WHAT IS BEING ASKED |
Copy every line of the following data that includes the string "chosen".

INPUT DATA |
//! The numbers of a chart as a table, for those who cannot see it or want to check it.

use super::{Cell, Column, Table};
use crate::chart::{Chart, Kind, Scale, number, stamp};
use crate::series::Point;
use std::collections::BTreeMap;

/// A place on the horizontal axis, and the how-manieth value of its series there: a path comes by
/// one place several times, and each value keeps its row.
type Place = (f64, usize);

/// One column of numbers: its name and its points.
struct Values {
    name: String,
    points: Vec<Point>,
}

/// The values of a chart side by side, the latest `most` places of its horizontal axis that carry
/// a single value or, where there are none, a point of a line. A place where a series has no value
/// of its own stays empty: nothing is interpolated.
pub fn values(chart: &Chart, most: usize) -> Table {
    let columns: Vec<Values> = chart.series.iter().flat_map(columns).collect();
    let places = places(chart);
    let skipped = places.len().saturating_sub(most);
    let decimals = decimals(&columns);
    let mut table = Table { columns: vec![first_column(chart)], rows: Vec::new() };
    table.columns.extend(columns.iter().map(|column| Column::right(&column.name)));
    let lookup: Vec<BTreeMap<(u64, usize), f64>> = columns.iter().map(by_place).collect();
    for (x, pass) in places.into_iter().skip(skipped) {
        let mut row = vec![Cell::from(place_in_words(chart, x))];
        row.extend(lookup.iter().map(|values| match values.get(&(x.to_bits(), pass)) {
            Some(value) => number(*value, decimals).into(),
            None => Cell::default(),
        }));
        table.rows.push(row);
    }
    table
}

fn columns(series: &crate::chart::Series) -> Vec<Values> {
    let name = if series.look.label.is_empty() || matches!(series.kind, Kind::Dots { .. }) {
        series.look.class.to_owned()
    } else {
        series.look.label.clone()
    };
    match &series.kind {
        Kind::Line { points, .. }
        | Kind::Path { points }
        | Kind::Step { points }
        | Kind::Dots { points, .. } => vec![Values { name, points: points.clone() }],
        Kind::Band { points } => vec![
            Values {
                name: format!("{name} from"),
                points: points.iter().map(|point| (point.x, point.low)).collect(),
            },
            Values {
                name: format!("{name} to"),
                points: points.iter().map(|point| (point.x, point.high)).collect(),
            },
        ],
    }
}

/// Places in order, each once.
fn places(chart: &Chart) -> Vec<Place> {
    let of = |wanted: fn(&Kind) -> bool| {
        let chosen = chart.series.iter().filter(|series| wanted(&series.kind)).flat_map(columns);
        let mut places: Vec<Place> =
            chosen.flat_map(|values| counted(&values)).map(|(place, _)| place).collect();
        places.sort_by(|a, b| a.0.total_cmp(&b.0).then(a.1.cmp(&b.1)));
        places.dedup();
        places
    };
    let single = of(|kind| matches!(kind, Kind::Dots { .. }));
    if single.is_empty() { of(|_| true) } else { single }
}

fn by_place(values: &Values) -> BTreeMap<(u64, usize), f64> {
    counted(values).into_iter().map(|((x, pass), value)| ((x.to_bits(), pass), value)).collect()
}

/// The finite values with their places.
fn counted(values: &Values) -> Vec<(Place, f64)> {
    let mut passes: BTreeMap<u64, usize> = BTreeMap::new();
    let finite = values.points.iter().filter(|point| point.0.is_finite() && point.1.is_finite());
    finite
        .map(|&(x, value)| {
            let pass = passes.entry(x.to_bits()).or_default();
            *pass += 1;
            ((x, *pass), value)
        })
        .collect()
}

/// Three figures of the largest value, and no more than four decimals.
fn decimals(columns: &[Values]) -> usize {
    let all = columns.iter().flat_map(|column| &column.points).map(|point| point.1.abs());
    let largest = all.filter(|value| value.is_finite()).fold(0.0, f64::max);
    if largest > 0.0 { (2.0 - largest.log10().floor()).clamp(0.0, 4.0) as usize } else { 0 }
}

fn first_column(chart: &Chart) -> Column {
    match &chart.x.scale {
        Scale::Time(_) => Column::left("time"),
        _ => Column::right(&format!("{}, {}", chart.x.label, chart.x.unit)),
    }
}

fn place_in_words(chart: &Chart, x: f64) -> String {
    match &chart.x.scale {
        Scale::Time(zone) => stamp(x.round() as i64, zone),
        _ => number(x, 2),
    }
}

#[cfg(test)]
mod tests {
    use super::*;
    use crate::chart::{Expected, Limit, LimitKind, Mark, PressureChart, Quantity, Reading};

    fn chart() -> Chart {
        PressureChart {
            title: String::new(),
            quantity: Quantity { decimals: 1, ..Quantity::default() },
            pressure_unit: "kPa".to_owned(),
            expected: [60.0, 80.0]
                .map(|x| Expected { x, low: x * 0.4, likely: x * 0.5, high: x * 0.6 })
                .to_vec(),
            readings: [(60.0, 31.0), (70.0, 36.0), (75.0, f64::NAN), (80.0, 44.0), (80.0, 47.0)]
                .map(|(x, value)| Reading { x, value, good: true })
                .to_vec(),
            limits: vec![Limit { kind: LimitKind::Stop, points: vec![(80.0, 50.0)] }],
            mark: Mark::Normal,
        }
        .chart()
    }

    #[test]
    fn a_row_for_each_reading_and_nothing_made_up() {
        let table = values(&chart(), 10);
        let names: Vec<_> = table.columns.iter().map(|column| column.name.as_str()).collect();
        assert_eq!(
            names,
            [
                "applied pressure, kPa",
                "band from",
                "band to",
                "Stop",
                "expected",
                "doubtful",
                "reading"
            ]
        );
        let rows: Vec<Vec<&str>> = table
            .rows
            .iter()
            .map(|row| row.iter().map(|cell| cell.text.as_str()).collect())
            .collect();
        assert_eq!(
            rows,
            [
                ["60.00", "24.0", "36.0", "", "30.0", "", "31.0"],
                ["70.00", "", "", "", "", "", "36.0"],
                ["80.00", "32.0", "48.0", "50.0", "40.0", "", "44.0"],
                ["80.00", "", "", "", "", "", "47.0"],
            ]
        );
    }

    #[test]
    fn a_long_table_keeps_the_latest() {
        let table = values(&chart(), 1);
        assert_eq!(table.rows.len(), 1);
        assert_eq!(table.rows[0][0].text, "80.00");
    }
}
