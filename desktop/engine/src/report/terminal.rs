//! The report as text for a terminal.

use super::table::{painted, plain, wrapped};
use super::{
    CAUTIONS, Cell, Column, INCOMPLETE, INVENTED, InstrumentRow, ReportPage, Table, words,
};
use crate::chart::{Mark, stamp};

/// What the terminal can do.
#[derive(Debug, Clone, Copy, PartialEq, Eq)]
pub struct TerminalOptions {
    /// Room in columns, where it is known.
    pub width: Option<usize>,
    /// Whether colours may be used, see [`colour_wanted`].
    pub colour: bool,
}

/// Whether colours are wanted: on a terminal, unless the variable `NO_COLOR` is set and not empty
/// (the convention of no-color.org).
pub fn colour_wanted(is_terminal: bool) -> bool {
    is_terminal && std::env::var_os("NO_COLOR").is_none_or(|value| value.is_empty())
}

/// The mark as a letter: it fills like the ring of the drawings; squares are not the ground.
fn sign(mark: Mark) -> String {
    let sign = match mark {
        Mark::Normal => "○",
        Mark::Watch { .. } => "◔",
        Mark::Review { .. } => "◕",
        Mark::Stop { .. } => "●",
        Mark::Fault => "▨",
        Mark::NotJudged => "□",
    };
    format!("{sign} {}", mark.phrase())
}

impl ReportPage {
    /// The report as text, ending with a line break.
    pub fn to_text(&self, options: TerminalOptions) -> String {
        let width = options.width.unwrap_or(100).clamp(40, 100);
        let mut lines = vec![plain(&format!("{}, {}", self.site, self.title))];
        lines.push(stamp(self.moment_s, &self.zone));
        if self.invented {
            lines.push(INVENTED.to_owned());
        }
        let load: Vec<_> =
            self.load.iter().map(|fact| format!("{} {}", fact.name, fact.value)).collect();
        lines.extend(wrapped(&load.join(" · "), width));
        lines.push(String::new());
        for sentence in self.headline.iter().chain([&self.counts()]) {
            lines.extend(wrapped(sentence, width));
        }
        if self.is_incomplete() {
            lines.extend(wrapped(INCOMPLETE, width));
        }
        lines.push(String::new());
        if let Some(load) = self.common_load() {
            lines.push(plain(&format!("{}{}", words::READ_AT, words::load(load))));
        }
        lines.extend(self.instrument_table().lines(options.width, options.colour));
        if !self.faults.is_empty() {
            lines.push(String::new());
            lines.push("Equipment faults".to_owned());
            lines.extend(self.fault_lines(options, width));
        }
        if !self.import.is_empty() {
            lines.push(String::new());
            lines.push("Import".to_owned());
            lines.extend(self.import_lines(width));
        }
        lines.push(String::new());
        lines.extend(wrapped(&CAUTIONS.join(" "), width));
        lines.join("\n") + "\n"
    }

    /// The instruments as a table.
    pub fn instrument_table(&self) -> Table {
        let common = self.common_load();
        let load = |row: &InstrumentRow| match (&row.load, common) {
            (Some(load), Some(common)) if load != common => words::load(load),
            _ => String::new(),
        };
        let rows = self.instruments.iter().map(|row| {
            let verdict = Cell { text: sign(row.mark), tone: Some(row.mark.token()) };
            vec![
                verdict,
                row.id.clone().into(),
                row.kind.clone().into(),
                row.place.clone().into(),
                words::value(row.reading, row).into(),
                words::value(row.expected, row).into(),
                words::band(row).into(),
                words::margin(row)
                    .map_or_else(|| "–".to_owned(), |(by, to)| format!("{by} {to}"))
                    .into(),
                row.data_state.clone().into(),
                words::age(row.age_s).into(),
                load(row).into(),
            ]
        });
        let mut table = Table {
            columns: vec![
                Column::left("trigger"),
                Column::left("point"),
                Column::cut("kind"),
                Column::cut("where"),
                Column::right("reading"),
                Column::right("expected"),
                Column::right("band"),
                Column::left("margin"),
                Column::left("data"),
                Column::right("age"),
                Column::left("at another load"),
            ],
            rows: rows.collect(),
        };
        // Only where there is one.
        if table.rows.iter().all(|row| row.last().is_none_or(|cell| cell.text.is_empty())) {
            table.columns.pop();
            table.rows.iter_mut().for_each(|row| drop(row.pop()));
        }
        table
    }

    fn fault_lines(&self, options: TerminalOptions, width: usize) -> Vec<String> {
        let mut lines = Vec::new();
        for fault in &self.faults {
            let since =
                fault.since_s.map(|since_s| format!(" since {}", stamp(since_s, &self.zone)));
            let text = format!(
                "{} {}, {}: {}{}. {} {}",
                fault.id,
                fault.kind,
                fault.place,
                fault.data_state,
                since.unwrap_or_default(),
                fault.evidence,
                fault.next_step
            );
            for (index, line) in wrapped(&text, width - 2).into_iter().enumerate() {
                let sign = if options.colour {
                    painted("▨", Mark::Fault.token())
                } else {
                    "▨".to_owned()
                };
                let lead = if index == 0 { sign + " " } else { "  ".to_owned() };
                lines.push(lead + line.trim_end());
            }
        }
        lines
    }

    fn import_lines(&self, width: usize) -> Vec<String> {
        let mut lines = Vec::new();
        for file in &self.import {
            lines.extend(wrapped(&words::import(file), width));
            for message in &file.messages {
                let text = words::import_message(message);
                lines.extend(wrapped(&text, width - 2).into_iter().map(|line| format!("  {line}")));
            }
        }
        lines
    }
}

YOUR SOLUTION |
        let chosen = chart.series.iter().filter(|series| wanted(&series.kind)).flat_map(columns);
            chosen.flat_map(|values| counted(&values)).map(|(place, _)| place).collect();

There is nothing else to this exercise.